The purpose of a fire risk assessment is to reduce the risk of fire and ensure people can escape safely if one occurs. It's not a one-off form-filling exercise — it's an ongoing duty to understand the fire risks in a building and act on them. The assessment identifies what could cause a fire, who could be harmed, and what measures are needed, then drives an action plan to address the gaps.

The five steps

Fire risk assessment is commonly structured around five steps:

  1. Identify the fire hazards — sources of ignition (electrical, heating, hot works, smoking), sources of fuel (combustible materials, waste, stored goods), and sources of oxygen.
  2. Identify people at risk — occupants, staff, visitors, and especially those who may be more vulnerable or harder to evacuate.
  3. Evaluate, remove, reduce, and protect — assess the risk and decide on measures: reduce hazards, and provide fire precautions (detection, alarms, escape routes, compartmentation, signage, extinguishers).
  4. Record, plan, instruct, and train — document the findings, create an action plan, and ensure people are informed and trained.
  5. Review — keep the assessment under review and update it when things change.

What it examines

A fire risk assessment looks across the building's fire safety, including:

  • Means of escape — escape routes, exits, travel distances, signage, emergency lighting.
  • Detection and warning — fire alarm and detection systems.
  • Fire-fighting equipment — extinguishers and their suitability.
  • Passive fire protection — compartmentation, fire doors, fire stopping (often a key area).
  • Sources of ignition and fuel — and how they're managed.
  • Management of fire safety — procedures, maintenance, testing records, training.
  • Emergency plans — evacuation strategy and arrangements for vulnerable people.

Who carries it out

The assessment must be carried out by a competent person — someone with sufficient training, knowledge, and experience.
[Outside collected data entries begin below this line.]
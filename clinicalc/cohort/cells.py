"""From the texts of cells to numbers and levels, block by block, so that a long file never stands in memory."""

import re
from collections.abc import Iterable, Sequence
from dataclasses import dataclass, field

import numpy as np

from clinicalc.cohort.raw import Numbers, Places, RawColumn

_NUMBER = re.compile(r"[+-]?(?:\d+\.?\d*|\.\d+)(?:[eE][+-]?\d{1,3})?")
_BEGINNINGS = frozenset("0123456789+-−.,")
_KEPT_AS_TEXT = re.compile(r"(?m)^[+-]?(?:0\d|\d{16,}$)")
"""Whole numbers that would change as floats: "007" is no 7, and 16 digits do not fit."""
_NOT_PLAIN = re.compile(r"[^0-9eE+\-.\n]")


def read_number(text: str, decimal: str = ".", *, exactly: bool = True) -> float | None:
    """The number a trimmed text is, None where it is none or not finite; `exactly`: or would change by being one."""
    if text[:1] not in _BEGINNINGS:
        return None
    text = text.replace("−", "-")
    if decimal == ",":
        text = text.replace(".", "_").replace(",", ".")
    if _NUMBER.fullmatch(text) is None or (exactly and _KEPT_AS_TEXT.search(text)):
        return None
    number = float(text)
    return number if abs(number) < float("inf") else None


@dataclass(slots=True)
class CellGathering:
    """The cells of one column as they come in, block by block."""

    name: str
    decimal: str = "."
    _numbers: list[Numbers] = field(default_factory=list)
    _codes: list[Places | None] = field(default_factory=list)
    _places: dict[str, int] = field(default_factory=dict)

    def add(self, cells: Sequence[str]) -> None:
        """Take the texts of the next block of rows."""
        plain = self._read_plain(cells)
        if plain is not None:
            self._numbers.append(plain)
            self._codes.append(None)
            return
        known = {text: self._weigh(text.strip()) for text in dict.fromkeys(cells)}
        self._numbers.append(np.fromiter((known[text][0] for text in cells), np.float64, len(cells)))
        self._codes.append(np.fromiter((known[text][1] for text in cells), np.int32, len(cells)))

    def add_weighed(self, numbers: Numbers, texts: Iterable[str | None] | None = None) -> None:
        """Take cells that are numbers already; `texts` has None where a cell is no text."""
        self._numbers.append(numbers)
        if texts is None:
            self._codes.append(None)
            return
        places = (-1 if text is None else self._places.setdefault(text, len(self._places)) for text in texts)
        self._codes.append(np.fromiter(places, np.int32, len(numbers)))

    def column(self) -> RawColumn:
        """The whole column; what was gathered is let go."""
        numbers = np.concatenate(self._numbers) if self._numbers else np.empty(0)
        codes = self._join_codes() if self._places else None
        levels = tuple(self._places)
        self._numbers, self._codes, self._places = [], [], {}
        return RawColumn(self.name, numbers, codes, levels)

    def _read_plain(self, cells: Sequence[str]) -> Numbers | None:
        """A block of nothing but plain numbers and empty cells, by the quick way."""
        joined = "\n".join(cells)
        if self.decimal == ",":
            if "." in joined:
                return None
            joined = joined.replace(",", ".")
        if _NOT_PLAIN.search(joined) or _KEPT_AS_TEXT.search(joined):
            return None
        parts = joined.split("\n")
        if len(parts) != len(cells):
            return None
        if "" in parts:
            parts = [part or "nan" for part in parts]
        try:
            numbers = np.fromiter(map(float, parts), np.float64, len(parts))
        except ValueError:
            return None
        return None if np.isinf(numbers).any() else numbers

    def _weigh(self, text: str) -> tuple[float, int]:
        if not text:
            return np.nan, -1
        number = read_number(text, self.decimal)
        if number is not None:
            return number, -1
        return np.nan, self._places.setdefault(text, len(self._places))

    def _join_codes(self) -> Places:
        blocks = (
            np.full(len(numbers), -1, np.int32) if codes is None else codes
            for numbers, codes in zip(self._numbers, self._codes, strict=True)
        )
        return np.concatenate(list(blocks))
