"""A table held against its dictionary: every problem at once, and the arrays that a fit takes."""

from collections.abc import Iterator
from dataclasses import dataclass, field
from types import MappingProxyType

import numpy as np

from clinicalc.assessment.findings import Grade
from clinicalc.coefficients.pointers import listed, quoted, suggest
from clinicalc.coefficients.schema import NumberPredictor, Predictor
from clinicalc.cohort.answer_column import take_answer_column
from clinicalc.cohort.checked import BinaryOutcome, CheckedCohort, Codes, Outcome, SurvivalOutcome
from clinicalc.cohort.column_checks import check_values
from clinicalc.cohort.contradictions import MeasuredColumn, find_contradictions
from clinicalc.cohort.course import UNWATCHED, Course
from clinicalc.cohort.dictionary import ColumnEntry, DataDictionary, OutcomeKind, OutcomePlan, Role
from clinicalc.cohort.measure import measure_of
from clinicalc.cohort.number_column import take_number_column
from clinicalc.cohort.people import find_cluster_problems, find_duplicates, find_identical, number_groups
from clinicalc.cohort.problems import DataProblem, ProblemCode
from clinicalc.cohort.raw import Numbers, RawColumn, RawTable
from clinicalc.cohort.sightings import name_column, see
from clinicalc.cohort.states import take_states, tell_missing_outcome
from clinicalc.cohort.times import take_times
from clinicalc.errors import UnitError

_PERSON, _CLUSTER, _VALUES = "the person", "the cluster", "the values of"
_ORDER = {Grade.STOP: 0, Grade.CAUTION: 1, Grade.NOTE: 2}


def check_cohort(
    table: RawTable, dictionary: DataDictionary, predictors: tuple[Predictor, ...], course: Course = UNWATCHED
) -> CheckedCohort:
    """Everybody's values as the dictionary explains them, with every problem: stops first, else in the file's order.

    A predictor whose entry is not in the dictionary is looked for in a column of its own id. Nobody is left out: what
    is missing, impossible or not understood is NaN. Raises Stopped by `course`, and nothing else.
    """
    check = _Check(table, dictionary, course)
    columns = {predictor.id: check.take_predictor(predictor) for predictor in predictors}
    course.say("Checking people and outcome")
    check.problems += find_contradictions(check.measured, table.lines)
    outcome = check.take_outcome(dictionary.outcome)
    cluster = check.take_people()
    check.problems += check.find_doubled_names()
    problems = tuple(sorted(check.problems, key=lambda problem: _ORDER[problem.gravity]))
    return CheckedCohort(table.rows, MappingProxyType(columns), outcome, cluster, table.lines, problems)


@dataclass(slots=True, eq=False)
class _Check:
    """One table being checked, with what was found so far."""

    table: RawTable
    dictionary: DataDictionary
    course: Course
    problems: list[DataProblem] = field(default_factory=list)
    measured: list[MeasuredColumn] = field(default_factory=list)
    sought: list[tuple[str, str]] = field(default_factory=list)

    def find(self, name: str, what: str) -> RawColumn | None:
        """The column of a name; where there is none, that is told and None comes back."""
        raw = self.table.find(name) if name else None
        self.sought.append((name, what))
        if raw is None:
            self.problems.append(_tell_absent(self.table, name, what))
        return raw

    def take_predictor(self, predictor: Predictor) -> Numbers:
        """The values of a predictor in its own unit; all NaN where its column is not there or in no known unit."""
        self.course.say(f"Checking {predictor.label}")
        entry = self._entry_of(predictor)
        raw = self.find(entry.column, f"{_VALUES} {predictor.label}")
        lines = self.table.lines
        if raw is None:
            return np.full(self.table.rows, np.nan)
        if isinstance(predictor, NumberPredictor):
            try:
                measure = measure_of(predictor, entry)
            except UnitError as error:
                said = f"{name_column(raw.name, predictor.label)}: {error}"
                self.problems.append(DataProblem(Grade.STOP, raw.name, ProblemCode.UNIT, 0, (), said))
                return np.full(self.table.rows, np.nan)
            values, missing, problems = take_number_column(raw, entry.missing, measure, lines)
            self.measured.append(MeasuredColumn(raw.name, measure, values))
        else:
            values, missing, problems = take_answer_column(raw, entry, predictor, lines)
        self.problems += problems
        self.problems += check_values(raw, predictor.label, values, missing, lines)
        return values

    def take_outcome(self, plan: OutcomePlan) -> Outcome:
        """The outcome of everybody, NaN where it is not known."""
        binary = plan.kind is OutcomeKind.BINARY
        raw = self.find(plan.column if binary else plan.status, "the outcome" if binary else "the status")
        states, lines = np.full(self.table.rows, np.nan), self.table.lines
        if raw is not None:
            states, problems = take_states(raw, plan, lines)
            self.problems += problems
        if binary:
            return BinaryOutcome(states)
        taken = take_times(plan, self.find, states, lines)
        self.problems += taken.problems
        without = np.isnan(taken.times) & np.isfinite(states)
        if without.any() and not any(problem.gravity is Grade.STOP for problem in taken.problems):
            name = plan.time or plan.end
            self.problems.append(tell_missing_outcome(name, int(without.sum()), len(lines), see(without, lines).lines))
        return SurvivalOutcome(taken.times, states, taken.entry, taken.unit)

    def take_people(self) -> Codes | None:
        """The clusters, None where none are stated; people who stand twice are told."""
        if not self.dictionary.person:
            self.problems += find_identical(self.table)
        elif (raw := self.find(self.dictionary.person, _PERSON)) is not None:
            self.problems += find_duplicates(raw, self.table.lines)
        if not self.dictionary.cluster or (raw := self.find(self.dictionary.cluster, _CLUSTER)) is None:
            return None
        clusters = number_groups(raw)
        self.problems += find_cluster_problems(raw, clusters, self.table.lines)
        return clusters

    def find_doubled_names(self) -> Iterator[DataProblem]:
        """Columns that stand for two things: never right where one is the outcome, seldom meant with two values."""
        uses: dict[str, list[str]] = {}
        for name, what in self.sought:
            if what not in (_PERSON, _CLUSTER):
                uses.setdefault(name, []).append(what)
        for name, whats in uses.items():
            if len(whats) > 1 and name:
                values_only = all(what.startswith(_VALUES) for what in whats)
                said = f"{name_column(name)} is named for {listed(whats)}. Name another column for one of them."
                gravity = Grade.CAUTION if values_only else Grade.STOP
                yield DataProblem(gravity, name, ProblemCode.NAMED_TWICE, 0, (), said)

    def _entry_of(self, predictor: Predictor) -> ColumnEntry:
        entries = (one for one in self.dictionary.columns if one.role is Role.VALUE and one.predictor == predictor.id)
        return next(entries, ColumnEntry(predictor.id, Role.VALUE, predictor.id))


def _tell_absent(table: RawTable, name: str, what: str) -> DataProblem:
    if not name:
        said = f"The dictionary names no column for {what}. Name one of those in {table.file}."
        return DataProblem(Grade.STOP, name, ProblemCode.NO_SUCH_COLUMN, 0, (), said)
    close = suggest(name, table.names) or _some_names(table)
    said = f"{name_column(name)}, named for {what}, is not in {table.file}.{close}"
    return DataProblem(Grade.STOP, name, ProblemCode.NO_SUCH_COLUMN, 0, (), said)


def _some_names(table: RawTable) -> str:
    more = f" and {len(table.names) - 8} more" if len(table.names) > 8 else ""
    return f" Its columns are {', '.join(map(quoted, table.names[:8]))}{more}."
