"""A checked table of people: arrays in the predictors' own units, and what was found wrong."""

from collections.abc import Mapping
from dataclasses import dataclass

import numpy as np
from numpy.typing import NDArray

from clinicalc.assessment.findings import Grade
from clinicalc.cohort.problems import DataProblem

Column = NDArray[np.float64]
Codes = NDArray[np.int64]


@dataclass(frozen=True, slots=True, eq=False)
class SurvivalOutcome:
    """Times in `unit`; status 0 censored, 1 the event, 2 a competing event; NaN where not known.

    Somebody is watched in (entry, time]; `entry` is None where everybody is from time nought.
    """

    times: Column
    status: Column
    entry: Column | None
    unit: str


@dataclass(frozen=True, slots=True, eq=False)
class BinaryOutcome:
    """1 where it happened, 0 where it did not, NaN where not known."""

    y: Column


Outcome = SurvivalOutcome | BinaryOutcome


@dataclass(frozen=True, slots=True, eq=False)
class CheckedCohort:
    """People as arrays of length `rows`, in the order of the file; nobody is left out, what is missing is NaN.

    `columns` has, by predictor id, values in the predictor's unit; 1 and 0 for yes and no; for a choice the place of
    the answer among its choices, from 0. `cluster` numbers the clusters from 0, −1 where none is stated. `row_numbers`
    are lines of the file, from 1. A stop among the `problems` means that nothing may be fitted to this.
    """

    rows: int
    columns: Mapping[str, Column]
    outcome: Outcome
    cluster: Codes | None
    row_numbers: Codes
    problems: tuple[DataProblem, ...]

    @property
    def stops(self) -> tuple[DataProblem, ...]:
        """The problems that forbid a fit."""
        return tuple(problem for problem in self.problems if problem.gravity is Grade.STOP)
For simple, low-risk premises the responsible person may do it themselves; for complex or higher-risk buildings, a competent fire risk assessor is usually needed. Recent regulatory changes have increased the emphasis on assessor competence.

It must be recorded and reviewed

The findings must be recorded (and, increasingly, a written record is required regardless of building size). Crucially, the FRA isn't static: it must be reviewed regularly and whenever there's a significant change — alterations to the building, change of use, a fire or near miss, or new occupants. An out-of-date FRA that no longer reflects the building is a common compliance failing.

The action plan is the point

An FRA that identifies risks but isn't acted upon achieves nothing. The real output is the action plan — the prioritised list of measures needed — and the evidence that those actions have been completed. Tracking findings through to closure is what turns the assessment into actual fire safety.

Capturing it digitally

A fire risk assessment generates findings, an action plan, and supporting evidence that all need managing over time and across reviews. A digital tool helps capture the assessment with photos, track each action to completion, schedule reviews, and maintain the documented history — keeping the FRA live and demonstrable rather than a document that ages in a drawer.

Key takeaways

A fire risk assessment is a legally required, structured evaluation that identifies fire hazards, the people at risk, and the measures needed to keep them safe — following five steps from identifying hazards to reviewing the assessment. It examines escape, detection, fire-fighting, passive protection, and management, must be done by a competent person, recorded, and kept under review. Its value lies in the action plan and proving those actions are done.

Fire safety is a sensitive, life-safety topic. This article is general information, not a substitute for a fire risk assessment by a competent person under the regulations that apply to your building.